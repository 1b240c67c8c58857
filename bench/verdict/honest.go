// Package honest simulates projects with known truth to check that the
// verdict's autolabel bound is honest: among GO verdicts, the realised error
// of the autolabelled archive should exceed max-error in at most 1 − level of
// them (Bates et al. 2021; Angelopoulos et al. 2021). The data are invented
// by a seeded generator, for simulation only.
package honest

import (
	"math"
	"math/rand/v2"

	"handoff/verdict"
)

// Project is one simulated project: the machine's confidence and
// correctness on a held-out set and on an archive, drawn from the same
// model.
type Project struct {
	HeldConf    []float64
	HeldWrong   []bool
	ArchConf    []float64
	ArchWrong   []bool
	Gamma, A, B float64 // generator settings, for the record
}

// Generate draws a project. Confidences are c = 1/2 + Beta(A, B)/2 (a binary
// task), with A in [1, 8] and B in [0.5, 2.5] drawn per project, so models
// range from weak to strong. The chance that the machine is right at
// confidence c is c^Gamma with Gamma in [0.8, 1.4]: calibrated when Gamma = 1,
// over-confident above 1, under-confident below — imperfect either way. The
// held-out set has nHeld items, the archive nArch.
func Generate(r *rand.Rand, nHeld, nArch int) Project {
	p := Project{Gamma: 0.8 + 0.6*r.Float64(), A: 1 + 7*r.Float64(), B: 0.5 + 2*r.Float64()}
	draw := func(n int) ([]float64, []bool) {
		c := make([]float64, n)
		w := make([]bool, n)
		for i := range c {
			c[i] = 0.5 + 0.5*beta(r, p.A, p.B)
			w[i] = r.Float64() >= math.Pow(c[i], p.Gamma)
		}
		return c, w
	}
	p.HeldConf, p.HeldWrong = draw(nHeld)
	p.ArchConf, p.ArchWrong = draw(nArch)
	return p
}

// beta draws from Beta(a, b) through two gamma variates (Marsaglia & Tsang
// 2000 for shape ≥ 1, boosted for shape < 1).
func beta(r *rand.Rand, a, b float64) float64 {
	x := gamma(r, a)
	return x / (x + gamma(r, b))
}

func gamma(r *rand.Rand, a float64) float64 {
	if a < 1 {
		return gamma(r, a+1) * math.Pow(r.Float64(), 1/a)
	}
	d := a - 1.0/3
	c := 1 / math.Sqrt(9*d)
	for {
		x := r.NormFloat64()
		v := 1 + c*x
		if v <= 0 {
			continue
		}
		v = v * v * v
		u := r.Float64()
		if math.Log(u) < 0.5*x*x+d-d*v+d*math.Log(v) {
			return d * v
		}
	}
}

// Result counts the outcomes of a simulation.
type Result struct {
	Projects int
	Go       int // GO verdicts (a threshold passed)
	Exceed   int // GO verdicts whose autolabelled archive error exceeds max-error
	// NaiveGo and NaiveExceed are the same for the plug-in rule that takes
	// the lowest threshold whose observed held-out risk is ≤ max-error (no
	// bound), as a point of comparison.
	NaiveGo, NaiveExceed int
	MeanCoverage         float64 // mean archive coverage over GO verdicts
}

// Run simulates n projects with held-out sizes drawn in [200, 1500] and an
// archive of nArch items, at the given max-error and level, from seed.
func Run(n, nArch int, maxErr, level float64, seed uint64) (Result, error) {
	r := rand.New(rand.NewPCG(seed, 0x4e57))
	res := Result{Projects: n}
	for k := 0; k < n; k++ {
		p := Generate(r, 200+r.IntN(1301), nArch)
		pts, th, err := verdict.CoverageRisk(p.HeldConf, p.HeldWrong, p.ArchConf, maxErr, level, 0)
		if err != nil {
			return res, err
		}
		if th.Found {
			res.Go++
			res.MeanCoverage += th.Archive
			if archiveError(p, th.Threshold) > maxErr {
				res.Exceed++
			}
		}
		// Plug-in rule: lowest threshold with observed risk ≤ max-error
		// among thresholds covering at least the same minimum count.
		naive := -1.0
		for _, q := range pts {
			if q.N >= th.MinCount && q.Risk <= maxErr {
				naive = q.Threshold
			}
		}
		if naive >= 0 {
			res.NaiveGo++
			if archiveError(p, naive) > maxErr {
				res.NaiveExceed++
			}
		}
	}
	if res.Go > 0 {
		res.MeanCoverage /= float64(res.Go)
	}
	return res, nil
}

// archiveError is the realised error among archive items with confidence
// ≥ t (0 when none are covered).
func archiveError(p Project, t float64) float64 {
	n, e := 0, 0
	for i, c := range p.ArchConf {
		if c >= t {
			n++
			if p.ArchWrong[i] {
				e++
			}
		}
	}
	if n == 0 {
		return 0
	}
	return float64(e) / float64(n)
}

━━━━

# Assignment
Across the listing, count every line with the word "bool" in it. Answer with the number alone.

# Response area
4